__EXERCISE BRIEF__:
Within the data below, copy each line where the string "seed" is found.

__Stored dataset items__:
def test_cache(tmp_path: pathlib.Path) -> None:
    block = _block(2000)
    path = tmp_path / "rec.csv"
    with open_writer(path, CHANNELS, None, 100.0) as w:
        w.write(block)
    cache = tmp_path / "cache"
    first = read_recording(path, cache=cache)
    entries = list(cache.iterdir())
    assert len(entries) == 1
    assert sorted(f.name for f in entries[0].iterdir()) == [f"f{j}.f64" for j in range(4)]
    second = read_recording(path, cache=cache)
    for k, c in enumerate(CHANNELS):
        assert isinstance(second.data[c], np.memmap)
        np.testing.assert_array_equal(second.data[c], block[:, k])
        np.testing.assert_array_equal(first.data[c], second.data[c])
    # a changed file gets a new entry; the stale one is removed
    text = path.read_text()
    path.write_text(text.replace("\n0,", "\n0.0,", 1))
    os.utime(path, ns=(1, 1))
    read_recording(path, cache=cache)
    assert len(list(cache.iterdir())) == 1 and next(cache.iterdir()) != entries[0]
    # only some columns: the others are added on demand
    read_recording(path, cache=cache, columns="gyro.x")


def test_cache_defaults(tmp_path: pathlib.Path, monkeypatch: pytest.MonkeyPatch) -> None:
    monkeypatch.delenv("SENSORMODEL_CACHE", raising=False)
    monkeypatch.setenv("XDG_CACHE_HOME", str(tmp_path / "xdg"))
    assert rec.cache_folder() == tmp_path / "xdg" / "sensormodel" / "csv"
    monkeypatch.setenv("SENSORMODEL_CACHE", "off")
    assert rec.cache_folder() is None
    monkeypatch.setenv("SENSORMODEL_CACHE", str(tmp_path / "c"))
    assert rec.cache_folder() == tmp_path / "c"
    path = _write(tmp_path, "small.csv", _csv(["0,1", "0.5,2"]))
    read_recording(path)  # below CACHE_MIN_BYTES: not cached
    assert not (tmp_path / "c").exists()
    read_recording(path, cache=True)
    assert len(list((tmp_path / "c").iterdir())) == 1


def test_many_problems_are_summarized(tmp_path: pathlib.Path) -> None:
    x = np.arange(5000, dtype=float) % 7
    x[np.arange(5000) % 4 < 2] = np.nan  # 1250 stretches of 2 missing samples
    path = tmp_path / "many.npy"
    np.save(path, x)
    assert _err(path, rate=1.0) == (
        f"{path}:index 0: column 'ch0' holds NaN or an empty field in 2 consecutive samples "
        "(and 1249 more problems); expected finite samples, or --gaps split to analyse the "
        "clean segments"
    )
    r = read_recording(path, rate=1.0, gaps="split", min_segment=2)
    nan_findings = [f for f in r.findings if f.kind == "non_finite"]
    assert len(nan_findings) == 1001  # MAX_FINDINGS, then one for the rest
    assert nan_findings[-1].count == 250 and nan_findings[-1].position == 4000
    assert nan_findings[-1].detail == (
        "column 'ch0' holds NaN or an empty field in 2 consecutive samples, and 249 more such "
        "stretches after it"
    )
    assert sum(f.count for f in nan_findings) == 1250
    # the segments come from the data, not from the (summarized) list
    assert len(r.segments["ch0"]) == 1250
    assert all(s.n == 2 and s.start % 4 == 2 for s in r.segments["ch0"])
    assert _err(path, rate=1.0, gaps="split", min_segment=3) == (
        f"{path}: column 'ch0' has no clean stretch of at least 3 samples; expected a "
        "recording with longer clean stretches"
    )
* * *
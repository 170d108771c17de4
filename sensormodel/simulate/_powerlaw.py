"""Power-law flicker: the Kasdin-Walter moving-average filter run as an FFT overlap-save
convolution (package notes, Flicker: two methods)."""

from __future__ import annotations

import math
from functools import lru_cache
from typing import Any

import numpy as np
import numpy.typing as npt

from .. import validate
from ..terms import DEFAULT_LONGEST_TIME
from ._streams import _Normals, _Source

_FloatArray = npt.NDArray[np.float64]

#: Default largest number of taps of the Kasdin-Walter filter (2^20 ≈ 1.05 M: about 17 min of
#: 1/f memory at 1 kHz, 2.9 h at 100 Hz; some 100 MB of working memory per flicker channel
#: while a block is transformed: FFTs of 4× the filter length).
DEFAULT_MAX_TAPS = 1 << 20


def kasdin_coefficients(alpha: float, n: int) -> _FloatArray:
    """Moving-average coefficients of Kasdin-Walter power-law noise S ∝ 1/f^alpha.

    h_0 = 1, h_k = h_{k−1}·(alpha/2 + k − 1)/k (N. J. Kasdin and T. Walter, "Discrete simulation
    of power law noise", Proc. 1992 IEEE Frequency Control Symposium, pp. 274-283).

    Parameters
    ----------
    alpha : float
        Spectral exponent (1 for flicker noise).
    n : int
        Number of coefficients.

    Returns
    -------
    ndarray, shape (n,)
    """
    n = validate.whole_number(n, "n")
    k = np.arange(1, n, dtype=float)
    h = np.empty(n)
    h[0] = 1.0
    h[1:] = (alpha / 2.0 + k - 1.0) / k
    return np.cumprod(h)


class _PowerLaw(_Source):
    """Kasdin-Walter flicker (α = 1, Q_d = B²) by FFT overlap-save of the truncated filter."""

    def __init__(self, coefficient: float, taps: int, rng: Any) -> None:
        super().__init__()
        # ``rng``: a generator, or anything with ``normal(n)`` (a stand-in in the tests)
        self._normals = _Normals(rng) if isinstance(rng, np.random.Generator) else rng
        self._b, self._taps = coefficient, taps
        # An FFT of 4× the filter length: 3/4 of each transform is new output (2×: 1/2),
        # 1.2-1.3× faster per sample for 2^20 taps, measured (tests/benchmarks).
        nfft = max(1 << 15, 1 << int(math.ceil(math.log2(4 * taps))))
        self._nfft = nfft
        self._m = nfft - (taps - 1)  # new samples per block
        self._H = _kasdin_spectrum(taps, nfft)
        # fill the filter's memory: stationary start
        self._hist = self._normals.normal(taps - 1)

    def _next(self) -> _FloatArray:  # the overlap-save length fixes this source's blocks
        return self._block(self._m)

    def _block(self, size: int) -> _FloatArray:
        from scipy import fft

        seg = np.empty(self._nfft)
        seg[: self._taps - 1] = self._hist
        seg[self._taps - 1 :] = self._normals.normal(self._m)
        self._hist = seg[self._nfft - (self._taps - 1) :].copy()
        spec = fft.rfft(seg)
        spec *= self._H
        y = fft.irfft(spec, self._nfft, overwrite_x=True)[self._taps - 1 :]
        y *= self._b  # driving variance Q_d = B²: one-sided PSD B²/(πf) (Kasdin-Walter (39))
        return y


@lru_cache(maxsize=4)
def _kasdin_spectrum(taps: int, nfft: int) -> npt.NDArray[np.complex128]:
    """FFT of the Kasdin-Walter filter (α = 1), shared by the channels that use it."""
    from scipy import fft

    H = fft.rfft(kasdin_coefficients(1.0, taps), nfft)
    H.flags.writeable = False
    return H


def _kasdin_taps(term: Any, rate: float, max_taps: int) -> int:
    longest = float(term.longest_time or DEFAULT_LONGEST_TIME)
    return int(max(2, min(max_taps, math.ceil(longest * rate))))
--
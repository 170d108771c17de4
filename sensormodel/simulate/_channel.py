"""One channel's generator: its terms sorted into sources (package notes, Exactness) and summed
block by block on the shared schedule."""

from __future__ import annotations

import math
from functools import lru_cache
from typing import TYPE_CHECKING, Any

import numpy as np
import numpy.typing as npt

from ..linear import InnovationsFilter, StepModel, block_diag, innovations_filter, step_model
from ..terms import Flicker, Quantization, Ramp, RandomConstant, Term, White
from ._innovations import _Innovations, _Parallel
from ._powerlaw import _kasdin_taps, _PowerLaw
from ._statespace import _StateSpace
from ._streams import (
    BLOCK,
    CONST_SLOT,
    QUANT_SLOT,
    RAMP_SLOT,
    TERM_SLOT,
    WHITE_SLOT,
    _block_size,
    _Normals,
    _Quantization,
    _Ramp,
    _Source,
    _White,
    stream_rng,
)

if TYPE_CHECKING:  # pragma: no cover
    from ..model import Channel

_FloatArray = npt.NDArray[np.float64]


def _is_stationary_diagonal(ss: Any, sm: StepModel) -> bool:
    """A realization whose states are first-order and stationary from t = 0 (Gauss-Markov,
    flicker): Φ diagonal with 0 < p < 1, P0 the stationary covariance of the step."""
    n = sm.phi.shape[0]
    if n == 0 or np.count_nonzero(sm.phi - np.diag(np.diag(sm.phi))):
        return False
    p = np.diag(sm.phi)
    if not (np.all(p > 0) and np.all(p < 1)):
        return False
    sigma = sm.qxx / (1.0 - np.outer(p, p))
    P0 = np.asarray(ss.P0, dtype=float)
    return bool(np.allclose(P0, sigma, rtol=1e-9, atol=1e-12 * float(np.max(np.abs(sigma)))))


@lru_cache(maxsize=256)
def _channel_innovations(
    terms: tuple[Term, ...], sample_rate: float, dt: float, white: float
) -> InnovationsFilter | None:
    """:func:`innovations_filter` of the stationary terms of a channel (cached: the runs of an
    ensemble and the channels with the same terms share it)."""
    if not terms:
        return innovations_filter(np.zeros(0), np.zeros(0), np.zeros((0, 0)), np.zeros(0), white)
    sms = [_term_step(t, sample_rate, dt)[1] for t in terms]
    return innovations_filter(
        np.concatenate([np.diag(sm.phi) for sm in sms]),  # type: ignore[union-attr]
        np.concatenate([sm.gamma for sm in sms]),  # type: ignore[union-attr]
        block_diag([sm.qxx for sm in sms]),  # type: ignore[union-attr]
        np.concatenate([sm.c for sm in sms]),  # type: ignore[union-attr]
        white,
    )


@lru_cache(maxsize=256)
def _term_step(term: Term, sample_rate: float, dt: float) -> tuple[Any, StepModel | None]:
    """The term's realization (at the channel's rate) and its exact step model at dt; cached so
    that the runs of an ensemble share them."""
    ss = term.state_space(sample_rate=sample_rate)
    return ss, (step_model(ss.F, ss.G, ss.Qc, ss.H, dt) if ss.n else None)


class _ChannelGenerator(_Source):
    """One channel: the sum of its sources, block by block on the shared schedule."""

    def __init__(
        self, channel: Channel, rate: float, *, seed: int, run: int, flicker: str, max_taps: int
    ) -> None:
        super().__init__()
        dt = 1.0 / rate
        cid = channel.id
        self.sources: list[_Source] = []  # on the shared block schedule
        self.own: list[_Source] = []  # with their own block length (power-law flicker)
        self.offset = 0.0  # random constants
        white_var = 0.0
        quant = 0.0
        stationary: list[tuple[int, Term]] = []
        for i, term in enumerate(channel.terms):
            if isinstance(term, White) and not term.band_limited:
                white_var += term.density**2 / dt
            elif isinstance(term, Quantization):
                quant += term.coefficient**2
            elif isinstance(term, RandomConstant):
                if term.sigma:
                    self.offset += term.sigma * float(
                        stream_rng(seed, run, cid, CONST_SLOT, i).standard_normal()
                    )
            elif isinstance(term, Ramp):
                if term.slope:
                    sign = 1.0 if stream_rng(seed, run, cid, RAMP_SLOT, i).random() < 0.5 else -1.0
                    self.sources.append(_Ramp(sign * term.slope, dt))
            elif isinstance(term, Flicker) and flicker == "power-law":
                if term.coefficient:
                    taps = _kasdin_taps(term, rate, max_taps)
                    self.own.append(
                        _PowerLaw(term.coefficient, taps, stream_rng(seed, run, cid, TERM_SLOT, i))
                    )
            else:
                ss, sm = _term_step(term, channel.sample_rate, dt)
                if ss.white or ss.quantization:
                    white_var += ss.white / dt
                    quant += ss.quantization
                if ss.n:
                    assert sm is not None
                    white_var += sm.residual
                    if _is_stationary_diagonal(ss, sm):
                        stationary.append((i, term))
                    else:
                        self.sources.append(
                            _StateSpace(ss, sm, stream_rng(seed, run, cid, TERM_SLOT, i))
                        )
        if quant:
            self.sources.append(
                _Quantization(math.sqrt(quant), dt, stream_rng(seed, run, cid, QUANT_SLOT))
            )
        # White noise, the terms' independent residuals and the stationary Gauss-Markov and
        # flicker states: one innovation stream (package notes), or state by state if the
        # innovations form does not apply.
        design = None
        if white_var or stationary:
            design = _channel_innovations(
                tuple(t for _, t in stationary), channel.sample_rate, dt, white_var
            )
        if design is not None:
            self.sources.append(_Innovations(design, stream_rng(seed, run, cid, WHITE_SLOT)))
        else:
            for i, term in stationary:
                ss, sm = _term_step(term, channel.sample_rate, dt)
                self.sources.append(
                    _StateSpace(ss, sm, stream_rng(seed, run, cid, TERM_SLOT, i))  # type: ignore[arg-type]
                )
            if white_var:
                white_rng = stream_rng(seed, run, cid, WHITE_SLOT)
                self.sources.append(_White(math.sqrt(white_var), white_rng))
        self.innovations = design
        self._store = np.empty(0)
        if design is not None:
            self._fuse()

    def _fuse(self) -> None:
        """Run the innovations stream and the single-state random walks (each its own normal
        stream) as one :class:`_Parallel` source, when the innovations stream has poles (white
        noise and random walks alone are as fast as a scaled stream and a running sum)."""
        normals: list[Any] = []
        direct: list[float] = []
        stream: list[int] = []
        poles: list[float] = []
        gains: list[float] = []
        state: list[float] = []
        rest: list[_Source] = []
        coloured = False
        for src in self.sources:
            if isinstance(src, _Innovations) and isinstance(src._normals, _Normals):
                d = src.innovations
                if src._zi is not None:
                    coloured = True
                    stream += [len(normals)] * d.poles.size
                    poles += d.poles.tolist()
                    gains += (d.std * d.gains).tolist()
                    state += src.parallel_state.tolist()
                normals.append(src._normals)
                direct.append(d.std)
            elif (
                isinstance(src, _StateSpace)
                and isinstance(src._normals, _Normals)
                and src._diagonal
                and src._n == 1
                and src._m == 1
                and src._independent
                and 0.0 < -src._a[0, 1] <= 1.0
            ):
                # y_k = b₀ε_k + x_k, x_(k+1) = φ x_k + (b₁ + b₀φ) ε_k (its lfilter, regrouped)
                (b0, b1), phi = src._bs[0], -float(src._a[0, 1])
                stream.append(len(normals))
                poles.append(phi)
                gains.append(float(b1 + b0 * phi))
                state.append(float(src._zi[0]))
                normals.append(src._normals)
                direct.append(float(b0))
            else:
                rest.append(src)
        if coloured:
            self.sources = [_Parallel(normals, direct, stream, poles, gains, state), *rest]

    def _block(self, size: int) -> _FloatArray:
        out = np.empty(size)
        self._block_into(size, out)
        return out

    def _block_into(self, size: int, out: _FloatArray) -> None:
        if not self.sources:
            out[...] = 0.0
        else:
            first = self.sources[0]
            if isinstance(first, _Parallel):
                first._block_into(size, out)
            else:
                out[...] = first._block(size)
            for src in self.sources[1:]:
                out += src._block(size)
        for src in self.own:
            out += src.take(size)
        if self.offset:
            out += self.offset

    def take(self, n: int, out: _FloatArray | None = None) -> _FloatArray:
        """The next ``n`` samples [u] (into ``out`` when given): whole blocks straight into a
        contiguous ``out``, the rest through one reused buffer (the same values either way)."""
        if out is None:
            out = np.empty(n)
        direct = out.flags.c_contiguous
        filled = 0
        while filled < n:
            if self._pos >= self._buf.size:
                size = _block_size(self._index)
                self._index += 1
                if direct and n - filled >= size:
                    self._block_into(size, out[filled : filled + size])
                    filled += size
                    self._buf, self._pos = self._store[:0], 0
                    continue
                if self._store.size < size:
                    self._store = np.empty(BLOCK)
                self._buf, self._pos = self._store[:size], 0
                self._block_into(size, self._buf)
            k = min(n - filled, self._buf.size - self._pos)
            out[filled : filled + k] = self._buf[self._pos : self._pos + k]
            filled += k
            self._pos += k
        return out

__EXERCISE ANSWER__:
        self, channel: Channel, rate: float, *, seed: int, run: int, flicker: str, max_taps: int
                        stream_rng(seed, run, cid, CONST_SLOT, i).standard_normal()
                    sign = 1.0 if stream_rng(seed, run, cid, RAMP_SLOT, i).random() < 0.5 else -1.0
                        _PowerLaw(term.coefficient, taps, stream_rng(seed, run, cid, TERM_SLOT, i))
                            _StateSpace(ss, sm, stream_rng(seed, run, cid, TERM_SLOT, i))
                _Quantization(math.sqrt(quant), dt, stream_rng(seed, run, cid, QUANT_SLOT))
            self.sources.append(_Innovations(design, stream_rng(seed, run, cid, WHITE_SLOT)))
                    _StateSpace(ss, sm, stream_rng(seed, run, cid, TERM_SLOT, i))  # type: ignore[arg-type]
                white_rng = stream_rng(seed, run, cid, WHITE_SLOT)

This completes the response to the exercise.